Economic data sets come in variety types. While some of them can be applied with little or no modification to many kinds of data sets, some special features of data sets should be accounted for or should be exploited. The most important data structures are described as following:
Cross-Sectional Data: A cross-sectional data set consists of a sample of individuals,households,firms,cities,states,countries,or other units, taken at a given point in time. Sometimes the data on all units does not correspond to precisely time period. In a pure cross section analysis we may ignore any minor timing differences in collecting the data.
An important feature of cross-sectional data is that we can often assume that they have been obtained by random sampling from the underlying population. For example when we collect information we gather it from people that are from different social backgrounds,but sometimes random sampling is not appropriate as an assumption for analyzing cross-sectional data.
In economics,the analysis of cross-sectional data is closely related to applied micro-economics fields, such as labor economics,state and local public finance,industrial organization, urban economics, demography, and health economics.
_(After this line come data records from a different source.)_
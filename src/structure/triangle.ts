/**
 * Symmetric triangular profile: facets rise from x = 0 and fall back at x = Λ with the apex at
 * x = Λ/2. Depth and apex angle γ are tied by d = (Λ/2)·cot(γ/2) (geometry); give one of them.
 */
import { polylineProfile } from './fromSurface.ts';
import type { ProfileResult, SlicedProfileParams } from './types.ts';
import { angleIn, common, fail, num, positiveLength, record } from './validate.ts';

export type TriangleParams = SlicedProfileParams &
  (
    | { /** depth of the apex above the base (µm) */ readonly depthUm: number; readonly apexDeg?: undefined }
    | { /** apex angle γ between the facets (degrees), in (0°, 180°) */ readonly apexDeg: number; readonly depthUm?: undefined }
  );

/**
 * Sliced symmetric triangle. At height z the ridge spans [z/d·Λ/2, Λ − z/d·Λ/2], fill 1 − z/d.
 * @param p period (µm), depth (µm) or apex angle (degrees), materials, slices, strategy
 * @returns slices top first; `depthUm` is the given or derived depth
 * @throws {StructureError} when both or neither of depthUm and apexDeg are given, or on a value
 *   out of range
 * @example
 * symmetricTriangle({ periodUm: 1, apexDeg: 90, ridgeMaterial: 'resist', grooveMaterial: 'air', slices: 10 }).depthUm; // → 0.5
 */
export function symmetricTriangle(p: TriangleParams): ProfileResult {
  const r = record('triangle', p);
  const c = common('triangle', r);
  if ((r.depthUm === undefined) === (r.apexDeg === undefined)) {
    fail('triangle', 'exactly one of depthUm and apexDeg', `${r.depthUm === undefined ? 'neither' : 'both'}`);
  }
  let d: number;
  let apex: number;
  if (r.depthUm !== undefined) {
    d = positiveLength('triangle.depthUm', r.depthUm);
    apex = (2 * Math.atan(c.periodUm / 2 / d) * 180) / Math.PI;
  } else {
    apex = angleIn('triangle.apexDeg', r.apexDeg, 0, 180);
    d = c.periodUm / 2 / Math.tan((apex * Math.PI) / 360);
  }
  return polylineProfile(
    c,
    [
      [0, 0],
      [c.periodUm / 2, d],
      [c.periodUm, 0],
    ],
    [`symmetric triangle: depth ${num(d)} µm, apex angle ${num(apex)}° (d = (Λ/2)·cot(γ/2))`],
  );
}
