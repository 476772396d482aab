/**
 * Records of the structure layer: wavelength-independent geometry that names its materials, the
 * results of the profile builders, and the analytic descriptions builders keep so that coatings
 * can re-slice a profile and plots can draw its true outline.
 *
 * Coordinates: x along the period (fractions of the period in segments, µm where the name says
 * so); inside a profile, heights are measured upward from the base of the ridge (z = 0) to its
 * top; layers are listed top (cover side) to bottom, as in the solver.
 */

/** One piece of a sliced layer: material `material` over [from, to), fractions of the period. */
export interface NamedSegment {
  /** start, fraction of the period in [0, 1) */
  readonly from: number;
  /** end, fraction of the period in (from, 1] */
  readonly to: number;
  /** material name, resolved to a complex index later */
  readonly material: string;
}

/**
 * One layer of the geometry, with materials by name so that wavelength sweeps can reuse it.
 * - `uniform`: a homogeneous film.
 * - `segments`: piecewise-constant; the segments tile [0, 1) in order.
 * - `cosine`: a volume index-modulated slice, ε(x) = ε_material + Δε·cos(2πx/Λ − φ).
 */
export type GeometryLayer =
  | { readonly kind: 'uniform'; readonly thicknessUm: number; readonly material: string }
  | { readonly kind: 'segments'; readonly thicknessUm: number; readonly segments: ReadonlyArray<NamedSegment> }
  | {
      readonly kind: 'cosine';
      readonly thicknessUm: number;
      readonly material: string;
      /** modulation amplitude Δε of the permittivity (dimensionless) */
      readonly deltaEps: number;
      /** phase φ (radians) of the cosine: maxima of ε at x/Λ = φ/(2π) + integer */
      readonly phaseRad: number;
    };

/**
 * How slice boundaries are placed in height:
 * - 'uniform': equal slice heights;
 * - 'adaptive': more slices where the profile's fill changes fastest with height (see
 *   `sliceShape` in slicing.ts for the rule).
 */
export type SliceStrategy = 'uniform' | 'adaptive';

/**
 * A single-valued surface h(x) ≥ 0 over one period: the height (µm) of the top of the material
 * below it above the base, at x.
 */
export interface HeightProfile {
  /** period Λ (µm) */
  readonly periodUm: number;
  /** lowest height (µm) */
  readonly minUm: number;
  /** highest height (µm) */
  readonly maxUm: number;
  /**
   * Heights (µm, strictly between 0 and `maxUm`) at which the surface has a horizontal plateau,
   * or below which everything is material: slice boundaries belong there.
   */
  readonly levelsUm: ReadonlyArray<number>;
  /**
   * true when `vertices()` are the exact corners of a piecewise-linear surface; false when they
   * sample a curved one (a sinusoid, an expression, a coating's rounded outer surface)
   */
  readonly exact: boolean;
  /**
   * Where the surface is above height `zUm`: sorted, disjoint intervals [a, b] of x in fractions
   * of the period within [0, 1], such that h(x) > zUm inside them. Exact (closed-form
   * intersections) for piecewise-linear surfaces, the sinusoid and coatings over polylines;
   * root-found for expressions (see `profileFromExpression`).
   */
  above(zUm: number): Array<[number, number]>;
  /**
   * The fraction of the period where h(x) > zUm (the total width of `above(zUm)`), without
   * building the intervals; optional (slicing measures with it when present).
   */
  fillAbove?(zUm: number): number;
  /** h(x) in µm at x given as a fraction of the period. */
  heightAt(x: number): number;
  /**
   * Vertices (x µm from 0 to Λ, h µm) of the surface over one period, in order: the exact corners
   * of a piecewise-linear surface, or a dense sampling of a curved one.
   */
  vertices(): Array<[number, number]>;
}

/**
 * An analytic cross-section over one period: which material sits where at each height. The
 * slicer samples it at the mid-height of every slice.
 */
export interface ProfileShape {
  /** period Λ (µm) */
  readonly periodUm: number;
  /** height of the top of the shape above its base (µm) */
  readonly heightUm: number;
  /** heights in (0, heightUm) where a slice boundary must fall (plateaus, material interfaces) */
  readonly breaksUm: ReadonlyArray<number>;
  /** materials across one period at height `zUm` (0 < zUm < heightUm), tiling [0, 1) in order */
  materialsAt(zUm: number): NamedSegment[];
  /**
   * Optional, for one material under a single-valued surface in another: the fraction of the
   * period the ridge fills at `zUm`. The ridge at a greater height lies within the ridge at a
   * lower one, so the fraction of the period whose material differs between two heights is the
   * difference of the fills — what slicing measures, here without building segments.
   */
  fillAt?(zUm: number): number;
}

/** What every profile builder returns. */
export interface ProfileResult {
  /** slices top (cover side) to bottom (ridge base) */
  readonly layers: GeometryLayer[];
  /** number of slices actually used (may differ from the request: see `notes`) */
  readonly slices: number;
  /** total height of the profile (µm): the sum of the slice thicknesses */
  readonly depthUm: number;
  /** remarks: derived quantities (e.g. a blaze depth), adjustments, approximations */
  readonly notes: string[];
  /** period Λ (µm) */
  readonly periodUm: number;
  /** material of the ridge (below the surface) */
  readonly ridgeMaterial: string;
  /** material around the ridge (the groove, above the surface) */
  readonly grooveMaterial: string;
  /** the analytic cross-section, when it is piecewise-constant in x at every height */
  readonly shape?: ProfileShape;
  /**
   * Single-valued interfaces h(x) from the ridge base upward (the ridge's surface, then each
   * coating's outer surface); the last is the top surface. Empty when the profile overhangs.
   */
  readonly surfaces: ReadonlyArray<HeightProfile>;
}

/** What the thin-film stack builder returns. */
export interface StackResult {
  /** uniform films, top (cover side) to bottom */
  readonly layers: GeometryLayer[];
  /** total thickness (µm) */
  readonly thicknessUm: number;
  /** remarks, e.g. the physical thickness a quarter-wave became */
  readonly notes: string[];
}

/** Parameters every sliced profile builder takes. */
export interface SlicedProfileParams {
  /** grating period Λ (µm) */
  readonly periodUm: number;
  /** material of the ridge (below the surface), by name */
  readonly ridgeMaterial: string;
  /** material filling the grooves (above the surface), by name — usually the cover's */
  readonly grooveMaterial: string;
  /** requested number of slices (integer ≥ 1) */
  readonly slices: number;
  /** slicing strategy, default 'uniform' */
  readonly strategy?: SliceStrategy;
}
Data on individuals, households, firms, and cities at a given point in time are important for testing micro-economic hypothesis and evaluating economic policies.
Time Series Data: A time series data set consists of observations on a variable or a several variables over time. Examples of time series data include stock prices,money supply, consumer price index,gross domestic product. Because past events can influence future events and lags lags in behavior are prevalent in social sciences, time is important dimension in a time series data set. Unlike the arrangement of cross-sectional data, the chronological ordering of observations in a time series conveys potentially important information. This type of data set is very important because some economic variables tend to display clear tends over time.
Another feature of time series data that can require special attention is the data frequency at which data are collected. In economics, the most common frequencies are daily,weekly,monthly,quarterly, and annually. Many weekly,monthly, and quarterly economic time series display a strong seasonal pattern, which can be an important factor in a time series analysis. When econometric methods are used to analyze time series data, the data should be stored in chronological order.
Pooled Cross Sections: Some data sets have both cross-sectional and time series feature. For example , suppose that two cross-sectional household surveys are taken in Moldova, one in 1945 and one in 1965. In 1945 , a random sample of households is surveyed for variable such as income,savings,family size. In 1965 a new sample of households is taken the same survey questions. In order to increase our sample size, we can form a pooled cross section by combining the two years.
Pooling cross sections from different years is often an effective way of analyzing the effects of a new government policy. While the order in which we store the data tuns out not to be crucial, keeping track of the year for each observation is usually very important. This is why we enter year as a separate variable. In fact, in addition to increasing the sample size, the point of a pooled cross-sectional analysis is often to see how a key relationship has changed over time.
Panel or Longitudinal Data: A panel data set consists of a time series for each cross-sectional member in the data set. As an example, suppose we have wage, education, and employment history for a set of individuals followed over a ten-year period. Or we might collect information, such as investment and financial data,about the same set of firms over a five-year time period.
The key feature of panel data that distinguishes cross section is the fact that the same cross-sectional units (individuals,firms or countries). Because panel data requires replication of the same units over time,panel data sets, especially those on individuals, households, firms, are most difficult to obtain than pooled cross sections. The use of more than one observation can facilitate causal inference in situations where inferring causality would be very difficult if only a single cross section were available. An advantage is that having multiple observations on the same units allows us to control certain unobserved characteristics of individuals,firms. A second advantage of panel data is that it often allows us to study the importance of lags in behavior or result of decision making.